Ooh, that smell.

Last night I picked up a couple of gallons of gas and poured about half of it into the dry gas tank. Fortunately, as it turns out -- for I have done this before -- I didn't just dump it all in there, just in case there was a gas leak. Previous owner's son mentioned a "pinhole leak" in the tank that they had had repaired, so I played it safe.

Sat in the driver's seat and proceeded to crank away to see if I could suck some gas into the carb and get it going. Did this several times with no luck. My neighbor Jim -- no slouch in the gearhead department -- ambles over to watch the fun. I go around back and look for gas. I can smell it, but the see-thru fuel filter is still dry. Hmm.

Jim suggests we try starting fluid, an excellent suggestion. If you aren't familiar with this magical and highly dangerous material, it's basically ether in a spray can. Yes, the medical anesthetic. It has a low ignition temperature and will usually start any motor that has spark. The smell recalls faint memories of childhood hospital visits.

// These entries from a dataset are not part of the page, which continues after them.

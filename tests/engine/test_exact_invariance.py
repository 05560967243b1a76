"""Invariance of the exact buckling factor: properties any correct solution must have.

No published values here: each test states a property that follows from the energy equation of
lateral-torsional buckling with fork supports (Trahair, *Flexural-Torsional Buckling of
Structures*, 1993, ch. 6; Timoshenko & Gere, *Theory of Elastic Stability*, 1961, ch. 6; both
from memory), checked on seeded random diagrams through ``buckling.exact_factors``:

- uniform moment gives 1.0 (the factor is Mcr ÷ Mcr of uniform moment);
- reversing a run end for end changes nothing (the beam and its supports are symmetric);
- scaling the diagram by any non-zero factor changes nothing: Mcr is the peak |M| at buckling;
  a negative factor only mirrors the mode for loads at the shear centre (with loads off it, a
  negative factor turns the loads over, so there only positive factors are checked);
- a station added on a straight part of the diagram adds no information about the moments, so
  it may change the factor only by the mesh's own error (a node more).
"""

from __future__ import annotations

import numpy as np
import pytest
from flangewise.engine import buckling
from flangewise.engine.gradient import Runs
from flangewise.readers.settings import CheckSettings

#: Reversal and scaling give the same discrete problem up to float rounding in the element
#: positions and the |M|max scaling; 1e-9 is far above that and far below any real change.
REL = 1.0e-9
REASON = "exact property; only float rounding may differ"

#: A station on a straight part moves a node of the mesh: the factor may change by the mesh
#: error, which tests/validation/test_exact_buckling.py bounds at 0.1 % (doubling the mesh).
REL_MESH = 1.0e-3
REASON_MESH = "a node more in the mesh: within the mesh's own error"

#: The closed form's mode is a half sine; 16 cubic elements reproduce its Mcr within 1e-5.
REL_UNIFORM = 1.0e-4

N_CASES = 150
SEED = 20240612

#: Torsion parameter 0.1 to 3, E = 200 000 MPa, G = 77 000 MPa.
SETTINGS = {
    "centre": CheckSettings(),
    "top": CheckSettings(load_height="top_flange"),
    "bottom": CheckSettings(load_height="bottom_flange"),
}


def _factors(diagrams: list[tuple[np.ndarray, np.ndarray]], props: np.ndarray, where: str):
    """Exact factor of every (x [mm], M [N·mm]) diagram; props rows (L, Iy, J, Cw, h0)."""
    runs = Runs(
        x=np.concatenate([d[0] for d in diagrams]),
        m=np.concatenate([d[1] for d in diagrams]),
        offsets=np.r_[0, np.cumsum([len(d[0]) for d in diagrams])],
        length=props[:, 0],
    )
    n = len(diagrams)
    result = buckling.exact_factors(
        runs,
        np.ones(n, dtype=bool),
        np.zeros(n, dtype=np.int8),  # top-flange runs: a positive moment compresses the top
        props[:, 1],
        props[:, 2],
        props[:, 3],
        props[:, 4],
        SETTINGS[where],
    )
    return result.factor


def _cases(seed: int = SEED) -> tuple[list[tuple[np.ndarray, np.ndarray]], np.ndarray]:
    """Random diagrams (jumps, sign changes, parabolas) on random invented sections."""
    rng = np.random.default_rng(seed)
    diagrams, props = [], []
    for _ in range(N_CASES):
        length = rng.uniform(1500.0, 12000.0)
        n = int(rng.integers(3, 20))
        inside = rng.choice(np.arange(1, 100), size=n - 2, replace=False)
        x = np.r_[0.0, np.sort(inside) * length / 100.0, length]
        m = rng.normal(size=n) * 1e8 + rng.normal() * 1e8
        if rng.random() < 0.3:  # a moment jump
            i = int(rng.integers(1, n - 1))
            x, m = np.insert(x, i, x[i]), np.insert(m, i, m[i] + rng.normal() * 1e8)
        d, b, tf = rng.uniform(200, 600), rng.uniform(100, 300), rng.uniform(8, 25)
        iy = tf * b**3 / 6
        j = 2 * b * tf**3 / 3 + (d - 2 * tf) * rng.uniform(5, 15) ** 3 / 3
        h0 = d - tf
        diagrams.append((x, m))
        props.append((length, iy, j, iy * h0**2 / 4, h0))
    return diagrams, np.array(props)


def _assert_same(actual: np.ndarray, expected: np.ndarray, rel: float, why: str) -> None:
    off = np.abs(actual / expected - 1.0)
    worst = int(np.argmax(off))
    assert off[worst] <= rel, f"case {worst}: {actual[worst]} vs {expected[worst]} ({why})"


@pytest.mark.parametrize("where", ["centre", "top", "bottom"])
def test_uniform_moment_gives_one(where: str) -> None:
    """Uniform moment of either sign: factor 1.0 (no transverse load, so no load height)."""
    _, props = _cases()
    diagrams = [
        (np.linspace(0.0, p[0], 5), np.full(5, s * 1e8))
        for p, s in zip(props, np.resize([1.0, -1.0], len(props)), strict=True)
    ]
    factor = _factors(diagrams, props, where)
    _assert_same(factor, np.ones(len(props)), REL_UNIFORM, "uniform moment")


@pytest.mark.parametrize("where", ["centre", "top", "bottom"])
def test_reversed_end_for_end(where: str) -> None:
    """x → L − x with the stations in reverse order: the same factor, loads at any height."""
    diagrams, props = _cases()
    reversed_ = [(p[0] - x[::-1], m[::-1]) for (x, m), p in zip(diagrams, props, strict=True)]
    _assert_same(_factors(reversed_, props, where), _factors(diagrams, props, where), REL, REASON)


@pytest.mark.parametrize("scale", [3.7, 1e-3, -1.0, -250.0])
def test_scaled_at_shear_centre(scale: float) -> None:
    """Any non-zero factor, negative included, with the loads at the shear centre."""
    diagrams, props = _cases()
    scaled = [(x, m * scale) for x, m in diagrams]
    _assert_same(
        _factors(scaled, props, "centre"), _factors(diagrams, props, "centre"), REL, REASON
    )


@pytest.mark.parametrize("where", ["top", "bottom"])
@pytest.mark.parametrize("scale", [2.5, 1e-4])
def test_scaled_positive_off_shear_centre(where: str, scale: float) -> None:
    """A positive factor with the loads above or below the shear centre."""
    diagrams, props = _cases()
    scaled = [(x, m * scale) for x, m in diagrams]
    _assert_same(_factors(scaled, props, where), _factors(diagrams, props, where), REL, REASON)


def test_negative_scale_off_shear_centre_turns_the_loads_over() -> None:
    """Not an invariance: −M with top-flange loads is M with bottom-flange loads (same run)."""
    diagrams, props = _cases()
    flipped = [(x, -m) for x, m in diagrams]
    _assert_same(_factors(flipped, props, "top"), _factors(diagrams, props, "bottom"), REL, REASON)


@pytest.mark.parametrize("where", ["centre", "top"])
def test_station_added_on_straight_part(where: str) -> None:
    """A station on the line between two stations changes the factor only by the mesh error."""
    rng = np.random.default_rng(SEED + 1)
    diagrams, props = _cases()
    more = []
    for x, m in diagrams:
        gaps = np.flatnonzero(np.diff(x) > 0.0)
        i = int(rng.choice(gaps))
        t = rng.uniform(0.1, 0.9)
        more.append(
            (
                np.insert(x, i + 1, x[i] + t * (x[i + 1] - x[i])),
                np.insert(m, i + 1, m[i] + t * (m[i + 1] - m[i])),
            )
        )
    _assert_same(
        _factors(more, props, where), _factors(diagrams, props, where), REL_MESH, REASON_MESH
    )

It also recalls my brief stint renting a house in Pennsylvania in the 80s, when my joy at movin' on up to a single house with a driveway was tempered by the realization I'd have to keep it clear of snow in the winter. I managed to find a used snowblower (I think I paid $5 for it) that would only start with ether. Brief silent pause here for memories of dark snowy nights and a Briggs & Stratton shuddering into a dull roar.

So -- back to last night -- Jim volunteers to spray some in the carb throat while I crank it over. I pull off the air cleaner and head around front to crank away some more. Unfortunately, that wasn't the trick. To confirm spark Jim turned the engine over while I grounded a plug wire. Nothing. It was getting late so we let it go for the evening, and I pulled out the trusty Idiot Manual to refresh my memory on ignition system testing.

Fast forward to this evening. I notice a gassy smell when I pull into the driveway where the car is sitting. My first thought is the gas tank, but it's dry underneath the front. But alas, a big wet area in back under the transaxle and I can see it actively dripping there. I raise the left side with the jack so the swing axle scissors underneath it like a prop -- a handy trick with Beetles up through 1967 -- and wriggle underneath. Sure enough, gas is leaking from the short bit of flexible hose between where the steel line exits the frame and the engine. Never seen a leak there before. Steady 1-2 second drip. Double-plus uncool.

Well, I'd already been planning to replace the flexible fuel lines as a matter of course, and even have some fairly recent stock on hand. Not sure what the white foamy stuff is in the gas, though. Will need to check further.

So tonight's adventure ended with me siphoning out what remaining gas I could, putting a catch bowl under the transaxle for any remaining drops, and letting it dry out. Next I'll replace that hose and confirm fuel delivery to the engine before continuing my ignition tests. I'm aiming for having it running before the weekend's over.